The Women Who Loved And Fought Alongside Nelson Mandela

As the world continues to mourn the death of Nelson Mandela, many of us are getting the chance to learn more about him and all the great work he has done throughout his life. We’ve also had the chance to learn about the women who have been in his life: His wives, the women who fought with him in the ANC and against apartheid, and the women in his life who were influenced by his activism and story to tell their own .








Mase was the first wife of Nelson Mandela. The two were married in 1944 after meeting through friends (and Mandela’s fellow activists), Walter and Albertina Sisulu. Though things became strained during their marriage as Mandela became more interested in African Nationalist ideologies (and accusations of infidelity arised), Mase had four children with him (all but one have passed on) before pushing away politics for Jehovah’s Witness work. They divorced in 1958.

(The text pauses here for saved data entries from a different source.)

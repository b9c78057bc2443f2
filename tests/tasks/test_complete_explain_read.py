"""*complete*, *explain* and *read*: tables with blanks, rubrics, charts."""

from __future__ import annotations

from decimal import Decimal

import jsonschema
import pytest
import yaml
from tasks_help import codes, in_a_row, solved

from authoring.faults import ContentError
from authoring.tasks.complete import roman
from authoring.tasks.read import reading_tolerance
from authoring.tasks.solved import BlankTable, Chart, Solved
from authoring.tasks.task import tasks
from authoring.working.text import to_text

COMPLETE = "- complete: [S, Z_eff]\n  of: V\n  rows: [4s, 3d]\n"
READ = "- read: effective nuclear charge\n  among: Na-Ca\n"


def table(part: Solved) -> list[list[str]]:
    (shown,) = part.exhibits
    assert isinstance(shown, BlankTable)
    return [["?" if cell is None else to_text(cell) for cell in row] for row in shown.rows]


def chart(part: Solved) -> Chart:
    (shown,) = part.exhibits
    assert isinstance(shown, Chart)
    return shown


def test_every_cell_is_blank_by_default() -> None:
    part = solved(COMPLETE)
    assert table(part) == [["4s", "?", "?"], ["3d", "?", "?"]]
    # By hand: S 19.70 and 18.70, Z 23.
    assert part.answer.shown == "(i) 19.70; (ii) 3.30; (iii) 18.70; (iv) 4.30"
    assert [answer.value for answer in part.answer.value] == [  # type: ignore[attr-defined]
        Decimal("19.70"),
        Decimal("3.30"),
        Decimal("18.70"),
        Decimal("4.30"),
    ]
    assert codes(part) == ["A1", "A2", "A3", "A4"]
    assert part.points[1].what == "(ii) effective nuclear charge of 4s"
    assert part.ask.endswith("Complete the blanks (i) to (iv).")


@pytest.mark.parametrize(
    ("blanks", "rows"),
    [
        ("Z_eff", [["4s", "19.70", "?"], ["3d", "18.70", "?"]]),
        ("[3d]", [["4s", "19.70", "3.30"], ["3d", "?", "?"]]),
        ("[S of 4s, Z_eff of 3d]", [["4s", "?", "3.30"], ["3d", "18.70", "?"]]),
    ],
)
def test_blanks_are_named(blanks: str, rows: list[list[str]]) -> None:
    assert table(solved(COMPLETE + f"  blanks: {blanks}\n")) == rows


def test_a_number_of_blanks_is_spread_alike_each_time() -> None:
    for count in range(1, 5):
        part = solved(COMPLETE + f"  blanks: {count}\n")
        assert sum(cell == "?" for row in table(part) for cell in row) == part.marks == count
        assert part == solved(COMPLETE + f"  blanks: {count}\n")


def test_printed_cells_are_not_worked_again() -> None:
    part = solved(COMPLETE + "  blanks: [Z_eff of 4s]\n")
    assert [to_text(step.line.chain) for step in part.steps] == ["Z_eff = Z − S = 23 − 19.70 = 3.30"]


def test_a_blank_passed_on_the_way_keeps_its_line() -> None:
    part = solved("- complete: [Z_eff, S]\n  of: V\n  rows: [4s, 3d]\n")
    lines = [part.steps[point.line].line.shown for point in part.points]
    assert lines == ["3.30", "19.70", "4.30", "18.70"]
    for point in part.points:
        step = part.steps[point.line]
        assert step.target.quantity in point.what and point.what.endswith(step.target.electron.label)  # type: ignore


def test_a_table_of_species_has_units_in_its_heads() -> None:
    part = solved(
        "- complete: [configuration, orbital energy]\n  rows: [Na, Mg]\n  with: {form: noble-gas core}\n"
        "  electron: outermost\n  unit: kJ/mol\n"
    )
    (shown,) = part.exhibits
    assert isinstance(shown, BlankTable)
    assert [to_text(head) for head in shown.header] == ["species", "configuration", "E / kJ/mol"]
    assert [to_text(row[1]) for row in shown.filled] == ["[Ne] 3s¹", "[Ne] 3s²"]
    assert codes(part) == ["B1", "A1", "B2", "A2"]
    assert "an outermost electron of each species" in part.ask


def test_what_an_earlier_part_gave_may_be_filled_in() -> None:
    _, part = in_a_row("- calculate: S\n  of: V\n  electron: 4s\n", COMPLETE)
    assert part.marks == 4


@pytest.mark.parametrize(
    ("text", "words"),
    [
        (COMPLETE + "  blanks: 0\n", "4 cells"),
        (COMPLETE + "  blanks: 5\n", "4 cells"),
        (COMPLETE + "  blanks: [radius]\n", "names no cell"),
        (COMPLETE + "  blanks: [S of 3p]\n", "names no cell"),
        (COMPLETE + "  blanks: 3\n  marks: 2\n", "marks: 2"),
        (COMPLETE + "  unit: pm\n", "no column is given in 'pm'"),
        (COMPLETE + "  with: {stage: 2}\n", "no column takes 'stage'"),
        ("- complete: [S, screening constant]\n  rows: [Na, Mg]\n", "same quantity twice"),
        ("- complete: [S]\n  rows: [Na, Na]\n", "same thing twice"),
        ("- complete: [S, configuration]\n  of: V\n  rows: [4s, 3d]\n", "no column for it"),
        ("- complete: [configuration]\n  rows: [Na, Mg]\n  electron: 3s\n", "leave `electron` out"),
        ("- complete: [S, Z_eff]\n  rows: H-Rn\n", "at most 60 cells"),
    ],
)
def test_a_table_that_cannot_be_made_says_why(text: str, words: str) -> None:
    with pytest.raises(ContentError, match=words):
        solved(text)


def test_blanks_are_numbered_as_romans_did() -> None:
    assert [roman(n) for n in (1, 4, 9, 14, 40, 60)] == ["i", "iv", "ix", "xiv", "xl", "lx"]


EXPLAIN = "- explain: why `4s` is lost before `3d`.\n  rubric:\n    - it lies further out\n"


@pytest.mark.parametrize(
    ("text", "printed"),
    [
        ("why `4s` is lost first", "Explain why `4s` is lost first."),
        ("Why `4s` is lost first.", "Explain why `4s` is lost first."),
        ("Explain how it is lost.", "Explain how it is lost."),
        ("explain how it is lost", "Explain how it is lost."),
        ("Why is `4s` lost first?", "Why is `4s` lost first?"),
        ("why is `4s` lost first? ", "Why is `4s` lost first?"),
        ("Why is it lost? Name the shells.", "Why is it lost? Name the shells."),
        ("`4s` is lost first: why?", "`4s` is lost first: why?"),
        ("Slater's rules in one sentence", "Explain Slater's rules in one sentence."),
        ("why", "Explain why."),
    ],
)
def test_what_is_to_be_explained_reads_as_a_sentence(text: str, printed: str) -> None:
    data = yaml.safe_dump([{"explain": text, "rubric": ["it lies further out"]}])
    assert solved(data).ask == printed


def test_each_point_of_the_rubric_earns_a_mark() -> None:
    part = solved(EXPLAIN + "    - {point: its charge is smaller, mark: M}\n  not: [it is filled first]\n")
    assert part.ask == "Explain why `4s` is lost before `3d`."
    assert codes(part) == ["B1", "M1"]
    assert part.rubric == (
        ("B1", "it lies further out"),
        ("M1", "its charge is smaller"),
        ("not", "it is filled first"),
    )
    assert part.answer.value == "it lies further out; its charge is smaller"
    assert solved(EXPLAIN + "  model: A `4s` electron is further out.\n").answer.shown.startswith("A `4s`")


@pytest.mark.parametrize("more", ["  marks: 2\n", "  scheme: [{mark: B, for: S}]\n"])
def test_an_explanation_is_marked_by_its_rubric(more: str) -> None:
    with pytest.raises(ContentError, match="rubric"):
        solved(EXPLAIN + more)


@pytest.mark.parametrize(
    "text",
    [
        "- explain: why\n",
        "- explain: why\n  rubric: []\n",
        "- explain: why\n  rubric: ['']\n",
        "- explain: ''\n  rubric: [a]\n",
        "- explain: why\n  rubric: [{point: a, mark: Q}]\n",
        "- explain: why\n  rubric: [{points: a}]\n",
        "- explain: why\n  rubric: [[a]]\n",
    ],
)
def test_a_rubric_without_points_is_refused(text: str) -> None:
    with pytest.raises(ValueError):
        solved(text)


def test_the_schema_allows_a_rubric_of_texts() -> None:
    schema = tasks()["explain"].fields.model_json_schema(by_alias=True)
    example = yaml.load(tasks()["explain"].example, yaml.BaseLoader)[0]
    jsonschema.validate(example, schema)
    with pytest.raises(jsonschema.ValidationError):
        jsonschema.validate({**example, "rubric": [["a"]]}, schema)


def test_a_value_is_read_as_closely_as_the_chart_allows() -> None:
    part = solved(READ + "  find: value\n  at: P\n")
    # 15 − (4 × 0.35 + 8 × 0.85 + 2) = 4.80, by hand; the values span 4.55, and 4.55/40 is more than 0.1.
    assert part.answer.value == Decimal("4.80")
    assert part.answer.shown == "4.8"
    assert part.answer.accepted == (Decimal("4.6"), Decimal("5.0"))
    assert part.notes == ("Accept from 4.6 to 5.0.",)
    shown = chart(part)
    assert [label for label, _ in shown.series[0].points] == ["Na", "Mg", "Al", "Si", "P", "S", "Cl", "Ar", "K", "Ca"]
    assert "P 4.8" in shown.description


def test_a_tolerance_of_ones_own_counts() -> None:
    part = solved(READ + "  find: value\n  at: Mg\n  tolerance: 0.05\n")
    assert part.answer.accepted == (Decimal("2.80"), Decimal("2.90"))


def test_a_negative_reading_keeps_its_sign_and_unit() -> None:
    part = solved("- read: orbital energy\n  of: V\n  among: [4s, 3d, 3p]\n  at: 3d\n  style: levels\n")
    # −13.6057 × (4.30/3)² = −27.95, by hand
    assert part.answer.shown == "−28" and part.answer.unit == "eV"
    assert part.answer.accepted is not None and part.answer.accepted[0] < Decimal("-27.95") < part.answer.accepted[1]
    assert part.notes[0].startswith("Accept from −") and part.notes[0].endswith(" eV.")
    assert chart(part).style == "levels"


def test_extremes_and_jumps_are_found() -> None:
    # Largest at Ar, 6.75; it falls to 2.20 at K (Slater's rules by hand).
    assert solved(READ + "  find: largest\n").answer.shown == "Ar"
    fall = solved(READ + "  find: fall\n")
    assert fall.answer.shown == "Ar > K"
    assert to_text(fall.steps[0].line.chain) == "Z_eff(Ar) ≈ 6.8 > Z_eff(K) ≈ 2.2"
    assert codes(solved(READ + "  find: fall\n  marks: 2\n")) == ["B1", "M1"]


@pytest.mark.parametrize(
    ("rest", "words"),
    [
        ("  find: value\n", "`at` says where"),
        ("  find: value\n  at: Fe\n", "not on the chart"),
        ("  find: largest\n  at: Na\n", "belongs to `find: value`"),
        ("  find: smallest\n", "Na and K cannot be told apart"),
        ("  find: rise\n", "cannot be told apart"),
        ("  find: value\n  at: P\n  tolerance: 0\n", "larger than nothing"),
    ],
)
def test_what_cannot_be_read_says_why(rest: str, words: str) -> None:
    with pytest.raises(ContentError, match=words):
        solved(READ + rest)


def test_a_chart_needs_points_that_differ() -> None:
    with pytest.raises(ContentError, match="2 to 40 points"):
        solved("- read: effective nuclear charge\n  among: [Na]\n  find: largest\n")
    with pytest.raises(ContentError, match="all values on the chart are equal"):
        solved("- read: effective nuclear charge\n  among: [Na, K]\n  find: largest\n")
    with pytest.raises(ContentError, match="no fall"):
        solved("- read: effective nuclear charge\n  among: Na-Ar\n  find: fall\n")


@pytest.mark.parametrize(
    ("span", "tolerance"),
    [("4.55", "0.2"), ("40", "1"), ("41", "2"), ("80.1", "5"), ("0.04", "0.001"), ("201", "10"), ("370", "10")],
)
def test_the_tolerance_is_a_fortieth_or_the_next_nice_number(span: str, tolerance: str) -> None:
    assert reading_tolerance([Decimal(0), Decimal(span)]) == Decimal(tolerance)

The same year that Nelson Mandela and Evelyn Mase ended their marriage, he went on to marry Winnie Madikizela, the first black medical social worker in South Africa. At the time, Mandela was already the leader of the African National Congress, and she also became heavily involved in activism, especially when Mandela was targeted by the government and inevitably imprisoned in 1964 for life. She was so heavily involved while trying to raise their two daughters by herself that she wound up being jailed quite a few times for her anti-apartheid work. She became a controversial figure for believing in violent retaliation against black South Africans who supported the apartheid regime, and for future legal trouble (including being involved in acts of violence, as her bodyguards, the Mandela United Football Club, were infamous for kidnapping individuals, torturing them and even killing a teenager). But despite all that, she was known as the “Mother of the Nation.” She continued with her political pursuits and after the release of Nelson Mandela from prison, he made her his deputy minister of arts when he was elected (before being ousted in 1995), was president of the ANC Women’s League, and a member of South Africa’s Parliament. Nelson and Winnie Mandela would divorce in 1996.




Machel, an advocate for women and children’s righs from Mozambique, is the widow of Mozambican President Samora Machel. She wed Nelson Mandela in 1998 on his 80th birthday.  But before that marriage happened, Machel was the Minister of Education and Culture in Mozambique, and later, was behind a major report for the United Nations on how children are impacted by armed conflict. She was awarded the Nansen Medal in ’95 for all her humanitarian work, and has been a member of the Elders, a group comprised of world leaders in 2007 to help find solutions to major world problems.